It's taken a lot of hours on the computer to manually find these resorts, as well as planning an extended absence from our home (snow clearing, mail delivery, someone to check on our house, etc.).  I don't think we'll ever become full-timers like Ron & Joan or Mike & Edie, but I was so happy to leave behind those -30 temperatures!


----------



## alexadeparis (Jan 10, 2014)

Good for you! Please do come back and let us know how its going and of course keep submitting the resort reviews! Hope to be like you someday!


----------



## Passepartout (Jan 10, 2014)

Was it worth doing again? Answer after you get home, and before the booking process for next year starts. And if it was only below freezing 50% of the winter nights and very seldom below 0(f), would you put forth the effort?

The above weather pattern describes ours at home, so we just head to warmer climes for 2-3 weeks about every 6 weeks of the winter. No doubt about it, if it was -30 all winter, in the dark, we'd be outta here too.

Jim


----------



## dreamin (Apr 8, 2014)

*Trip report*

We've been home a few days now trying to get acclimatized.  We still have 4 feet of snow in our front and back yards but it is starting to melt.  Coldest and snowiest winter in a century!  We picked a good winter to head south and don't have any regrets.

We were unable to go to the wedding in the Dominican but I managed to reserve 3 last minute weeks in Orlando - The Fountains, Cypress Gardens, and Orange Lake.  I have submitted TUG reviews for all of the resorts we stayed at.  The Gulf Coast resorts were our favourites, as well as The Fountains in Orlando.  We drove 8,220 miles and enjoyed our new Highlander Hybrid, which got fantastic mileage.  

Although we don't normally attend timeshare presentations, we did agree to 6 of them because we had so much free time.  We would only attend for cash and "earned" a total of $520, which helped our budget.  The Fountains presentation was the best and Orange Lake was the worst, as the salesperson was rude and condescending.

We had a wonderful adventure and saw so many beautiful areas, as well as learning a lot of southern history.  We weren't impressed by most of Texas, although we really enjoyed San Antonio.  When we travelled to New Orleans we encountered the Polar Vortex weather that shut down the state so we didn't get to see as much as we had hoped.  Our weeks in Florida were the best, except for the Wyndham Sea Gardens where we had a cockroach infestation and our worst unit.  

We made good use of the kitchen facilities and prepared most of our own meals.  We were physically active every day, either walking or biking, which was one of the best benefits of going south.  Staying in timeshares made this an affordable winter escape.

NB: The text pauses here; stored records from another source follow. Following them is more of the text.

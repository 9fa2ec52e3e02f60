package stats

import (
	"math"
	"testing"
)

// TestPartialCorrelation checks r, p and the interval against numpy/scipy
// and pandas.
//
// Independent implementation (pingouin is not installed, so from the
// residual definition): numpy 1.24.2 / scipy 1.10.1 on extraLurk(42, 40),
// one-off command:
//
//	Z = column_stack([ones, z]); ex = x - Z @ lstsq(Z, x)[0]; ey likewise
//	r = corrcoef(ex, ey)[0, 1]; t = r*sqrt((n-3)/(1-r*r)); p = 2*t.sf(|t|, n-3)
//	h = norm.ppf(0.975)/sqrt(n-4); lo, hi = tanh(arctanh(r) -+ h)
//
// and, as a second route, pandas 1.5.3 DataFrame.corr() put into
// (r_xy − r_xz·r_yz)/√((1−r_xz²)(1−r_yz²)) = 0.24653834298641622.
// Printed with repr.
func TestPartialCorrelation(t *testing.T) {
	t.Parallel()
	x, y, z := extraLurk(42, 40)
	r, lo, hi, p := PartialCorrelation(x, y, z, 0.95)
	const (
		wantR  = 0.2465383429864287
		wantP  = 0.13027912718905096
		wantLo = -0.07479694173027178
		wantHi = 0.5214902087281218
		pandas = 0.24653834298641622
	)
	if !extraClose(r, wantR, 1e-12) || !extraClose(r, pandas, 1e-12) {
		t.Errorf("PartialCorrelation r = %.17g, want %.17g (numpy), %.17g (pandas)", r, wantR, pandas)
	}
	// Measured agreement: 1e-15 for p and both ends of the interval.
	if !extraClose(p, wantP, 1e-13) || !extraClose(lo, wantLo, 1e-13) || !extraClose(hi, wantHi, 1e-13) {
		t.Errorf("PartialCorrelation p, CI = %.17g, [%.17g, %.17g]; want %.17g, [%.17g, %.17g]", p, lo, hi, wantP, wantLo, wantHi)
	}
	// The raw r_xy is 0.96 (pandas): the covariate carries the association.
	if c := Pearson(x, y, 0.95); !extraClose(c.R, 0.9597645807668056, 1e-12) {
		t.Errorf("Pearson(lurk) = %.17g, want 0.9597645807668056 (pandas)", c.R)
	}

	t.Run("identities", func(t *testing.T) {
		// Symmetric in x and y; unchanged by a change of units of any column.
		if r2, _, _, _ := PartialCorrelation(y, x, z, 0.95); !extraClose(r2, r, 1e-13) {
			t.Errorf("r(y, x | z) = %v, want r(x, y | z) = %v", r2, r)
		}
		xs, ys, zs := make([]float64, len(x)), make([]float64, len(x)), make([]float64, len(x))
		for i := range x {
			xs[i] = 1000*x[i] - 7
			ys[i] = -0.01 * y[i]
			zs[i] = 1.8*z[i] + 32
		}
		if r2, _, _, _ := PartialCorrelation(xs, ys, zs, 0.95); !extraClose(r2, -r, 1e-12) {
			t.Errorf("after a change of units r = %v, want %v (sign follows the y scale)", r2, -r)
		}
	})
	t.Run("edges", func(t *testing.T) {
		c := []float64{1, 1, 1, 1, 1}
		v := []float64{1, 2, 3, 4, 5}
		w := []float64{2, 1, 4, 3, 6}
		if r, _, _, _ := PartialCorrelation(v, w, c, 0.95); !math.IsNaN(r) {
			t.Errorf("constant z: r = %v, want NaN", r)
		}
		// x an exact linear function of z: nothing left to correlate.
		zl := []float64{0.1, 0.2, 0.3, 0.4, 0.5}
		if r, _, _, _ := PartialCorrelation(v, w, zl, 0.95); !math.IsNaN(r) {
			t.Errorf("x linear in z: r = %v, want NaN", r)
		}
		// n = 4: p defined (df 1), interval not (n−4 = 0).
		r, lo, _, p := PartialCorrelation(v[:4], w[:4], []float64{1, 3, 2, 5}, 0.95)
		if math.IsNaN(r) || math.IsNaN(p) || !math.IsNaN(lo) {
			t.Errorf("n = 4: r %v, p %v, lo %v; want r and p defined, lo NaN", r, p, lo)
		}
		if !extraPanics(func() { PartialCorrelation(v, w, v[:3], 0.95) }) {
			t.Error("PartialCorrelation: no panic on length mismatch")
		}
	})
}

func benchmarkPartial(b *testing.B, n int) {
	x, y, z := extraLurk(42, n)
	b.ReportAllocs()
	b.ResetTimer()
	for b.Loop() {
		PartialCorrelation(x, y, z, 0.95)
	}
}

func BenchmarkPartialCorrelation1e3(b *testing.B) { benchmarkPartial(b, 1e3) }
func BenchmarkPartialCorrelation1e5(b *testing.B) { benchmarkPartial(b, 1e5) }
func BenchmarkPartialCorrelation1e6(b *testing.B) { benchmarkPartial(b, 1e6) }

I can no longer tolerate our inhospitable winters.  So next year we are thinking of exploring the West Coast.  Time to start planning!


----------



## herillc (Apr 8, 2014)

Thanks for an update!
I am also planning 2-3 months of winter escape in near future.
Your post encouraged me a lot.


----------



## gnipgnop (Apr 8, 2014)

I am also encouraged by your post.  The winter here in Pennsylvania is agonizing this year.  We were in Hilton Head for one week middle of Feb. and Myrtle Beach for the next week.  But that was not far enough South.  There wasn't any snow but it was still unusually cool.  Next year we plan to go to Florida.  If this doesn't work I'm heading to the Caribbean.  It is April and it is still cold and rainy.  YUCK!!!


----------



## vacationhopeful (Apr 8, 2014)

gnipgnop said:


> .....  Next year we plan to go to Florida.  If this doesn't work I'm heading to the Caribbean.  It is April and it is still cold and rainy.  YUCK!!!



YUCK. yes.

Please realize Florida has 2 temperate ZONES -- you need to be below Orlando by 60 miles before the warmer zone STARTS to improve the weather.

Now, Canadians generally find Orlando to be very nice as do persons from ND, MN, SD and NE.

Just my personal experience from many years of being in Central Florida and NOW, South Florida instead of NJ in the winter.


----------